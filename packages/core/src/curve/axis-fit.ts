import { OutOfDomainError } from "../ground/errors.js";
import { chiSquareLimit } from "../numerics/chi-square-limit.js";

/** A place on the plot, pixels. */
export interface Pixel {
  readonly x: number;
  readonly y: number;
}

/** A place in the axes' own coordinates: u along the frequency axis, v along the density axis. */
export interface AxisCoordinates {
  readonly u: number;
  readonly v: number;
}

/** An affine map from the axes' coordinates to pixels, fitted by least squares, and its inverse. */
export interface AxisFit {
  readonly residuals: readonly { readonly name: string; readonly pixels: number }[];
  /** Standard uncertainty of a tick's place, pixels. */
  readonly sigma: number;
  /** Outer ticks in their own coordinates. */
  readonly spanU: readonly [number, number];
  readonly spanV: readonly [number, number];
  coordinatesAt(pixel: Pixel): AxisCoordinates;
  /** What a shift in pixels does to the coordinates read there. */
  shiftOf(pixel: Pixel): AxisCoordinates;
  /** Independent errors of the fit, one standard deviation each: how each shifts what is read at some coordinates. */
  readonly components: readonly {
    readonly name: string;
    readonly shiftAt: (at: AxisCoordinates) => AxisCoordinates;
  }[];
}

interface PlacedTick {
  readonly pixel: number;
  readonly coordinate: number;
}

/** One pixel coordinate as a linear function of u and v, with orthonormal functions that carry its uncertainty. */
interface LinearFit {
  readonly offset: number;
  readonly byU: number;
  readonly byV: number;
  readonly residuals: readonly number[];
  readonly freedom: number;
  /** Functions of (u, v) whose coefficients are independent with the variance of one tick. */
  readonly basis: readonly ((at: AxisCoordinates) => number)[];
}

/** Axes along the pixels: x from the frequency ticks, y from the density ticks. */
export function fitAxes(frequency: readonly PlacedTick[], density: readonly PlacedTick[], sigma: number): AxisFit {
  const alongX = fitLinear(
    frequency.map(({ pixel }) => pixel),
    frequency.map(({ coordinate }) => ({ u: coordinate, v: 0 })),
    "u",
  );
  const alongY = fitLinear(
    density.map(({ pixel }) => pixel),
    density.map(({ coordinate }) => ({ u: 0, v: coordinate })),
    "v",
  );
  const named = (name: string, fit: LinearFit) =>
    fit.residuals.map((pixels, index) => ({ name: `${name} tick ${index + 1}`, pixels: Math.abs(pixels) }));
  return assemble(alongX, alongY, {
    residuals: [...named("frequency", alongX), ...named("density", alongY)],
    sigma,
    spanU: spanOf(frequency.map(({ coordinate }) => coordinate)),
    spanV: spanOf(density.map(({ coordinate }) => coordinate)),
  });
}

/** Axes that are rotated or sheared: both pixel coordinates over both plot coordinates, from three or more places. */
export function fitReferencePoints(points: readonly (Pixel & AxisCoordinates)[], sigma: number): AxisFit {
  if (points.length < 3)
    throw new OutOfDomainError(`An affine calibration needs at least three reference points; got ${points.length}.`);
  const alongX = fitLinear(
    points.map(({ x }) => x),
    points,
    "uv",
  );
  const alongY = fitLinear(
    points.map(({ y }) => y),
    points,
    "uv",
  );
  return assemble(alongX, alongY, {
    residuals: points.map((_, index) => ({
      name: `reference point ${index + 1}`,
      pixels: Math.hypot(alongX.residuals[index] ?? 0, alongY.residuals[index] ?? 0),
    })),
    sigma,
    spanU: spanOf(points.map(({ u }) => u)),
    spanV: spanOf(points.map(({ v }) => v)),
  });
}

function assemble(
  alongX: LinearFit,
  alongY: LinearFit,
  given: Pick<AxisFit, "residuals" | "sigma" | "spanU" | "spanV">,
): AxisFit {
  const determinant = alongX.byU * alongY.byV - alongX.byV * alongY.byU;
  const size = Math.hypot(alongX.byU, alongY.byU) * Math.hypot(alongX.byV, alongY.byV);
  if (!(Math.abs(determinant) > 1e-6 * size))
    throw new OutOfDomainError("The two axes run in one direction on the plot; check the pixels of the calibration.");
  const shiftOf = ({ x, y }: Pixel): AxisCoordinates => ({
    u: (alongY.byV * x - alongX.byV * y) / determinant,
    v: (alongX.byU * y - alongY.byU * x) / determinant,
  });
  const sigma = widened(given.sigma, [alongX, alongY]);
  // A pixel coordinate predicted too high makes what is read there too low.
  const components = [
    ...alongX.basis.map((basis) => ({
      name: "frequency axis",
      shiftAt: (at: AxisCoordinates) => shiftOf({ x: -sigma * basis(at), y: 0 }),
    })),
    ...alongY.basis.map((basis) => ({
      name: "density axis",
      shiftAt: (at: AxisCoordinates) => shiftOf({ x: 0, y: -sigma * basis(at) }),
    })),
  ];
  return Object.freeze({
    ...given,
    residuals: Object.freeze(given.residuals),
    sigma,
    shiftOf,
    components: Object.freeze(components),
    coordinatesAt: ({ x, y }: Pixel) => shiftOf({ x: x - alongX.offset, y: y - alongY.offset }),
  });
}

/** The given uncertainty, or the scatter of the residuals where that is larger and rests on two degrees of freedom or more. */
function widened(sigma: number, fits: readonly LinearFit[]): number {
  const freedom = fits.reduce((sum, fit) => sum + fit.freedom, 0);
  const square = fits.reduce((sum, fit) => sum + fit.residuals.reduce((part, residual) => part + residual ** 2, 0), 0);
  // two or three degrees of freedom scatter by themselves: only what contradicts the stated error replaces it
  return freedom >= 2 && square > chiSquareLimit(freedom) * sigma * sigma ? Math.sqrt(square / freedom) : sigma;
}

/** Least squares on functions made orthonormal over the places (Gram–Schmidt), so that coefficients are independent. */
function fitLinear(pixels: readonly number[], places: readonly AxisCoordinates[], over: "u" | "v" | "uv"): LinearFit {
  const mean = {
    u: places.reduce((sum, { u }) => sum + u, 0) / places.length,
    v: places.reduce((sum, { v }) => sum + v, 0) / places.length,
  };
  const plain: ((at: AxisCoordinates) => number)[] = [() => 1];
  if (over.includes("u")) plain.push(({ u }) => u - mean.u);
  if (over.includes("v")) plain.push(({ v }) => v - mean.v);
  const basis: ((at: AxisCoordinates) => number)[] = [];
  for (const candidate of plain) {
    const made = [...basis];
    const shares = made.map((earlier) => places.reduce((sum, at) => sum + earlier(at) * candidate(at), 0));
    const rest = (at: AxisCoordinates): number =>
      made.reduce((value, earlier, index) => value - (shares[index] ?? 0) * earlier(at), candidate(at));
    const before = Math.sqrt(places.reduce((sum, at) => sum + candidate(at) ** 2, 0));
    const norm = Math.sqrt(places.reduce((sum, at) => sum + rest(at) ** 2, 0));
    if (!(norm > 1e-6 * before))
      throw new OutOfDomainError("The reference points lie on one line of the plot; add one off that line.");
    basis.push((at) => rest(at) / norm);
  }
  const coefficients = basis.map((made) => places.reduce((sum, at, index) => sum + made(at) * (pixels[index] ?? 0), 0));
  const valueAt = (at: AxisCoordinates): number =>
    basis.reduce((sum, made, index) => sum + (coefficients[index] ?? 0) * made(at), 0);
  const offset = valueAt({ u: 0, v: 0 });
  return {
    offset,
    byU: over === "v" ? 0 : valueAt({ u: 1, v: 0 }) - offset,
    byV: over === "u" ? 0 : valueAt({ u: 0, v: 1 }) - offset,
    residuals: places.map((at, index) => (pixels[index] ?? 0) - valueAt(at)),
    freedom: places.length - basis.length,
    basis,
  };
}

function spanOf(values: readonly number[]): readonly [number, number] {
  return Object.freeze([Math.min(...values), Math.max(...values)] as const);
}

________________________

Task directions: None of the records may be skipped; each is to be repeated exactly.

Reply to the exercise:
filename packages/core/src/curve/axis-fit.ts
import { OutOfDomainError } from "../ground/errors.js";
import { chiSquareLimit } from "../numerics/chi-square-limit.js";

/** A place on the plot, pixels. */
export interface Pixel {
  readonly x: number;
  readonly y: number;
}

/** A place in the axes' own coordinates: u along the frequency axis, v along the density axis. */
export interface AxisCoordinates {
  readonly u: number;
  readonly v: number;
}

/** An affine map from the axes' coordinates to pixels, fitted by least squares, and its inverse. */
export interface AxisFit {
  readonly residuals: readonly { readonly name: string; readonly pixels: number }[];
  /** Standard uncertainty of a tick's place, pixels. */
  readonly sigma: number;
  /** Outer ticks in their own coordinates. */
  readonly spanU: readonly [number, number];
  readonly spanV: readonly [number, number];
  coordinatesAt(pixel: Pixel): AxisCoordinates;
  /** What a shift in pixels does to the coordinates read there. */
  shiftOf(pixel: Pixel): AxisCoordinates;
  /** Independent errors of the fit, one standard deviation each: how each shifts what is read at some coordinates. */
  readonly components: readonly {
    readonly name: string;
    readonly shiftAt: (at: AxisCoordinates) => AxisCoordinates;
  }[];
}

interface PlacedTick {
  readonly pixel: number;
  readonly coordinate: number;
}

/** One pixel coordinate as a linear function of u and v, with orthonormal functions that carry its uncertainty. */
interface LinearFit {
  readonly offset: number;
  readonly byU: number;
  readonly byV: number;
  readonly residuals: readonly number[];
  readonly freedom: number;
  /** Functions of (u, v) whose coefficients are independent with the variance of one tick. */
  readonly basis: readonly ((at: AxisCoordinates) => number)[];
}

/** Axes along the pixels: x from the frequency ticks, y from the density ticks. */
export function fitAxes(frequency: readonly PlacedTick[], density: readonly PlacedTick[], sigma: number): AxisFit {
  const alongX = fitLinear(
    frequency.map(({ pixel }) => pixel),
    frequency.map(({ coordinate }) => ({ u: coordinate, v: 0 })),
    "u",
  );
  const alongY = fitLinear(
    density.map(({ pixel }) => pixel),
    density.map(({ coordinate }) => ({ u: 0, v: coordinate })),
    "v",
  );
  const named = (name: string, fit: LinearFit) =>
    fit.residuals.map((pixels, index) => ({ name: `${name} tick ${index + 1}`, pixels: Math.abs(pixels) }));
  return assemble(alongX, alongY, {
    residuals: [...named("frequency", alongX), ...named("density", alongY)],
    sigma,
    spanU: spanOf(frequency.map(({ coordinate }) => coordinate)),
    spanV: spanOf(density.map(({ coordinate }) => coordinate)),
  });
}

/** Axes that are rotated or sheared: both pixel coordinates over both plot coordinates, from three or more places. */
export function fitReferencePoints(points: readonly (Pixel & AxisCoordinates)[], sigma: number): AxisFit {
  if (points.length < 3)
    throw new OutOfDomainError(`An affine calibration needs at least three reference points; got ${points.length}.`);
  const alongX = fitLinear(
    points.map(({ x }) => x),
    points,
    "uv",
  );
  const alongY = fitLinear(
    points.map(({ y }) => y),
    points,
    "uv",
  );
  return assemble(alongX, alongY, {
    residuals: points.map((_, index) => ({
      name: `reference point ${index + 1}`,
      pixels: Math.hypot(alongX.residuals[index] ?? 0, alongY.residuals[index] ?? 0),
    })),
    sigma,
    spanU: spanOf(points.map(({ u }) => u)),
    spanV: spanOf(points.map(({ v }) => v)),
  });
}

function assemble(
  alongX: LinearFit,
  alongY: LinearFit,
  given: Pick<AxisFit, "residuals" | "sigma" | "spanU" | "spanV">,
): AxisFit {
  const determinant = alongX.byU * alongY.byV - alongX.byV * alongY.byU;
  const size = Math.hypot(alongX.byU, alongY.byU) * Math.hypot(alongX.byV, alongY.byV);
  if (!(Math.abs(determinant) > 1e-6 * size))
    throw new OutOfDomainError("The two axes run in one direction on the plot; check the pixels of the calibration.");
  const shiftOf = ({ x, y }: Pixel): AxisCoordinates => ({
    u: (alongY.byV * x - alongX.byV * y) / determinant,
    v: (alongX.byU * y - alongY.byU * x) / determinant,
  });
  const sigma = widened(given.sigma, [alongX, alongY]);
  // A pixel coordinate predicted too high makes what is read there too low.
  const components = [
    ...alongX.basis.map((basis) => ({
      name: "frequency axis",
      shiftAt: (at: AxisCoordinates) => shiftOf({ x: -sigma * basis(at), y: 0 }),
    })),
    ...alongY.basis.map((basis) => ({
      name: "density axis",
      shiftAt: (at: AxisCoordinates) => shiftOf({ x: 0, y: -sigma * basis(at) }),
    })),
  ];
  return Object.freeze({
    ...given,
    residuals: Object.freeze(given.residuals),
    sigma,
    shiftOf,
    components: Object.freeze(components),
    coordinatesAt: ({ x, y }: Pixel) => shiftOf({ x: x - alongX.offset, y: y - alongY.offset }),
  });
}

/** The given uncertainty, or the scatter of the residuals where that is larger and rests on two degrees of freedom or more. */
function widened(sigma: number, fits: readonly LinearFit[]): number {
  const freedom = fits.reduce((sum, fit) => sum + fit.freedom, 0);
  const square = fits.reduce((sum, fit) => sum + fit.residuals.reduce((part, residual) => part + residual ** 2, 0), 0);
  // two or three degrees of freedom scatter by themselves: only what contradicts the stated error replaces it
  return freedom >= 2 && square > chiSquareLimit(freedom) * sigma * sigma ? Math.sqrt(square / freedom) : sigma;
}

/** Least squares on functions made orthonormal over the places (Gram–Schmidt), so that coefficients are independent. */
function fitLinear(pixels: readonly number[], places: readonly AxisCoordinates[], over: "u" | "v" | "uv"): LinearFit {
  const mean = {
    u: places.reduce((sum, { u }) => sum + u, 0) / places.length,
    v: places.reduce((sum, { v }) => sum + v, 0) / places.length,
  };
  const plain: ((at: AxisCoordinates) => number)[] = [() => 1];
  if (over.includes("u")) plain.push(({ u }) => u - mean.u);
  if (over.includes("v")) plain.push(({ v }) => v - mean.v);
  const basis: ((at: AxisCoordinates) => number)[] = [];
  for (const candidate of plain) {
    const made = [...basis];
    const shares = made.map((earlier) => places.reduce((sum, at) => sum + earlier(at) * candidate(at), 0));
    const rest = (at: AxisCoordinates): number =>
      made.reduce((value, earlier, index) => value - (shares[index] ?? 0) * earlier(at), candidate(at));
    const before = Math.sqrt(places.reduce((sum, at) => sum + candidate(at) ** 2, 0));
    const norm = Math.sqrt(places.reduce((sum, at) => sum + rest(at) ** 2, 0));
    if (!(norm > 1e-6 * before))
      throw new OutOfDomainError("The reference points lie on one line of the plot; add one off that line.");
    basis.push((at) => rest(at) / norm);
  }
  const coefficients = basis.map((made) => places.reduce((sum, at, index) => sum + made(at) * (pixels[index] ?? 0), 0));
  const valueAt = (at: AxisCoordinates): number =>
    basis.reduce((sum, made, index) => sum + (coefficients[index] ?? 0) * made(at), 0);
  const offset = valueAt({ u: 0, v: 0 });
  return {
    offset,
    byU: over === "v" ? 0 : valueAt({ u: 1, v: 0 }) - offset,
    byV: over === "u" ? 0 : valueAt({ u: 0, v: 1 }) - offset,
    residuals: places.map((at, index) => (pixels[index] ?? 0) - valueAt(at)),
    freedom: places.length - basis.length,
    basis,
  };
}

function spanOf(values: readonly number[]): readonly [number, number] {
  return Object.freeze([Math.min(...values), Math.max(...values)] as const);
}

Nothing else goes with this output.